- **ABOUT THIS EXERCISE**: Before answering, work out how many lines below contain the string "another"; the reply is that number alone.

(Collected data entries)
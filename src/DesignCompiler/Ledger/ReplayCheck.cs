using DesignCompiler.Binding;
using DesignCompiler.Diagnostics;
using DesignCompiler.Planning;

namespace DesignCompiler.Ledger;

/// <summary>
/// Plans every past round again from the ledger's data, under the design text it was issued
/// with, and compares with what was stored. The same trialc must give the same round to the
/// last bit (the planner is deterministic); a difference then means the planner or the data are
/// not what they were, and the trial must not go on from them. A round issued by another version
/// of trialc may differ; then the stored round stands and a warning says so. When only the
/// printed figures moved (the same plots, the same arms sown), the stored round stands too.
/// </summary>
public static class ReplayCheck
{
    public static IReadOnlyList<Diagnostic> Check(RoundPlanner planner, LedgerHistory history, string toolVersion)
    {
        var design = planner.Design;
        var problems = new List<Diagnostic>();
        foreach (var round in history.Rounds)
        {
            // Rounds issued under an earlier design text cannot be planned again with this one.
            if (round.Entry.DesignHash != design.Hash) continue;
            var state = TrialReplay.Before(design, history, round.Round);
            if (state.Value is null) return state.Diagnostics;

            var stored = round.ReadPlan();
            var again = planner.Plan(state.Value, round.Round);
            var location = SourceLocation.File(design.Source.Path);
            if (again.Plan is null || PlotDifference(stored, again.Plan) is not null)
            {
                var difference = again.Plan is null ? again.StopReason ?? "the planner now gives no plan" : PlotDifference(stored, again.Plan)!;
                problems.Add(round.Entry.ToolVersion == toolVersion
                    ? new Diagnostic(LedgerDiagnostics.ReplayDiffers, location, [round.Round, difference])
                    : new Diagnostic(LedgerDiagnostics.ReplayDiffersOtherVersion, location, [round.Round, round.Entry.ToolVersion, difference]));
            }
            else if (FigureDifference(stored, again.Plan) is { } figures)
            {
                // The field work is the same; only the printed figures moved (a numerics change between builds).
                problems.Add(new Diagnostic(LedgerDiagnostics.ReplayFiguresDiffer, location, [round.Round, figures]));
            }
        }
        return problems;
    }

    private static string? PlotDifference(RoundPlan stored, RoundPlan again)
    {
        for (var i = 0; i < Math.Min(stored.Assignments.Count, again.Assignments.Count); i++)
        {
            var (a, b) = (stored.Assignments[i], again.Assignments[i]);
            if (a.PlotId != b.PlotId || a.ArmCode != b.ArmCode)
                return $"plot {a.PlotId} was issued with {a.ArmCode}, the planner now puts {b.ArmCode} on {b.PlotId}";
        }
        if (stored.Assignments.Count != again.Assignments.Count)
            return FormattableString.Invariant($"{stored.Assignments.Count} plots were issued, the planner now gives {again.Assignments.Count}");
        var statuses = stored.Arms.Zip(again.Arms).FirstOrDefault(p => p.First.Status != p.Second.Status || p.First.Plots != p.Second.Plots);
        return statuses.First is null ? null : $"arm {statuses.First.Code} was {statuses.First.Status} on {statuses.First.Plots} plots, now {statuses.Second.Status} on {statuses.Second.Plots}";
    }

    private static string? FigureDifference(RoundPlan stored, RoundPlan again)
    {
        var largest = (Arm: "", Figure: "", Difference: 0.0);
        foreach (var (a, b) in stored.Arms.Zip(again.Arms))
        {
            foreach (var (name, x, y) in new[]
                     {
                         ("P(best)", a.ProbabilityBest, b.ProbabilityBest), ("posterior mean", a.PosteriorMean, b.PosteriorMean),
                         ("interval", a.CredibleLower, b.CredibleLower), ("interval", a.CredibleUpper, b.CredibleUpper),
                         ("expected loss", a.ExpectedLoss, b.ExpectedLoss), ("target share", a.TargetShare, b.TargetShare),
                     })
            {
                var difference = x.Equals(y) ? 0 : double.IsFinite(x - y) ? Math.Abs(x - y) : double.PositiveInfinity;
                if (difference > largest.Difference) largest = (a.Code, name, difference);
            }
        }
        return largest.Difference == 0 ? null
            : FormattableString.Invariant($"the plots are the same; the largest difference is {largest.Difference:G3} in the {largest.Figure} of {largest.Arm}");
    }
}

...

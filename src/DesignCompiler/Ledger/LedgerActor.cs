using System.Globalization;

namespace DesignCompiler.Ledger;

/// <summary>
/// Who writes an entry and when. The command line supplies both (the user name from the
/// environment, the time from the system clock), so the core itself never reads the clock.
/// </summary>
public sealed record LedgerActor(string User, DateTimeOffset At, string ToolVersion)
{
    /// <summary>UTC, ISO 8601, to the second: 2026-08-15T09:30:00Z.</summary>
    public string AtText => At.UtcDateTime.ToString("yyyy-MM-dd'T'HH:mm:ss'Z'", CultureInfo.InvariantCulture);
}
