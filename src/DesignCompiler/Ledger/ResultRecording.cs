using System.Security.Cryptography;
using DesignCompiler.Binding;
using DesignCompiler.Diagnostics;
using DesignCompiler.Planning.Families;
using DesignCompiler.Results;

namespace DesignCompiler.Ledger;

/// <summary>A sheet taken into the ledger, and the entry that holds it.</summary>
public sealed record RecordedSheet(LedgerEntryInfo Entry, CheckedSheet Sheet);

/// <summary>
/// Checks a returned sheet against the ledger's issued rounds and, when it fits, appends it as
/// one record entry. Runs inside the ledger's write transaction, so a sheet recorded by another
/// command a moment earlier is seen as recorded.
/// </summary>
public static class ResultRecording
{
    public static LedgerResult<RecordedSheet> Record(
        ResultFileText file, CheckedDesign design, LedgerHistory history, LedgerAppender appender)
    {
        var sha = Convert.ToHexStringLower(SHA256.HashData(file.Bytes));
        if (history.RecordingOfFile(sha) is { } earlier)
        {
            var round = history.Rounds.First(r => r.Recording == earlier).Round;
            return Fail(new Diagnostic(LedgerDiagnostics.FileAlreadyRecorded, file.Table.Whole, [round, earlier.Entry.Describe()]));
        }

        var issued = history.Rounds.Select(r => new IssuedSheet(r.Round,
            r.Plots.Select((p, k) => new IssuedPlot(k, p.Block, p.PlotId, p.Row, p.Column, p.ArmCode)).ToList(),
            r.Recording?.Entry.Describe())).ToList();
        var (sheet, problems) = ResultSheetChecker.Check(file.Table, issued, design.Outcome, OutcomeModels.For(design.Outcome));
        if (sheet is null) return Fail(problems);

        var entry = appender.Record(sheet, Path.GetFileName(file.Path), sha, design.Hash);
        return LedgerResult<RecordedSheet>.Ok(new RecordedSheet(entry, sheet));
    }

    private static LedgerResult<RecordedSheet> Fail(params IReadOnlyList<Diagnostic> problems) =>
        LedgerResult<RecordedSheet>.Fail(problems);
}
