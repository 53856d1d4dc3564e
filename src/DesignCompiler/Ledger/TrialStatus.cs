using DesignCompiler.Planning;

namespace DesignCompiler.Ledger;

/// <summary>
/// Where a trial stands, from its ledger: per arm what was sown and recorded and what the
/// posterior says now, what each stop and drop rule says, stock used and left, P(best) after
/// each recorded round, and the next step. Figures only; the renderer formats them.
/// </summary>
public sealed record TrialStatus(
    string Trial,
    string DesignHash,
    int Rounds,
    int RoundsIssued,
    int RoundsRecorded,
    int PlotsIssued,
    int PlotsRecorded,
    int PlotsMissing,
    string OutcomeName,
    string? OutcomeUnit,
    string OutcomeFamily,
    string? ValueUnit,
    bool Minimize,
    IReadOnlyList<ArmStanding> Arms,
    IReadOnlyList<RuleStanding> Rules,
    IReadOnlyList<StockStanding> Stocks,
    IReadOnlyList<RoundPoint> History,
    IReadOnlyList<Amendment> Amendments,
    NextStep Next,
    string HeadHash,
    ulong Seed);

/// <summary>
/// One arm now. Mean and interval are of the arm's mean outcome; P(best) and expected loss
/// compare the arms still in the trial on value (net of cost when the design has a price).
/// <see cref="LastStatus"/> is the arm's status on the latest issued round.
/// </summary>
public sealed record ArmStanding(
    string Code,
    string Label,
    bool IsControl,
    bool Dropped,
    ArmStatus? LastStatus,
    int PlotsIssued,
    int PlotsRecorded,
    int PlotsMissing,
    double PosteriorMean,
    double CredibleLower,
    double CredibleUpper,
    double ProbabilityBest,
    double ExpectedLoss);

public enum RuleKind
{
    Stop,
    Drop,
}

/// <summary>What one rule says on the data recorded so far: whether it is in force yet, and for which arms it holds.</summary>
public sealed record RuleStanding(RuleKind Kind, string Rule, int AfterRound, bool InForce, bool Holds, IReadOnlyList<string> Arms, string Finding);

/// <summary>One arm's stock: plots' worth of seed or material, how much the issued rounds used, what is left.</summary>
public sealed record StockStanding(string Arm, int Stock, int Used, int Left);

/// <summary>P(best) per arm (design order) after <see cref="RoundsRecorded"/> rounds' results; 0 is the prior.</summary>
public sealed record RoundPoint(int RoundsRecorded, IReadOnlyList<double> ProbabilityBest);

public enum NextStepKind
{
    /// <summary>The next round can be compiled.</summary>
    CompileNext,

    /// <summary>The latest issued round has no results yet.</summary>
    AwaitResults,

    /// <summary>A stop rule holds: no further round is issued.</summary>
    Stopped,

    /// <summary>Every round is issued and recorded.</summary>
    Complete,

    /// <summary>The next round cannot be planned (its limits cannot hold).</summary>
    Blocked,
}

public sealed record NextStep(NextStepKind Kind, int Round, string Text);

- **TASK OUTPUT**: 2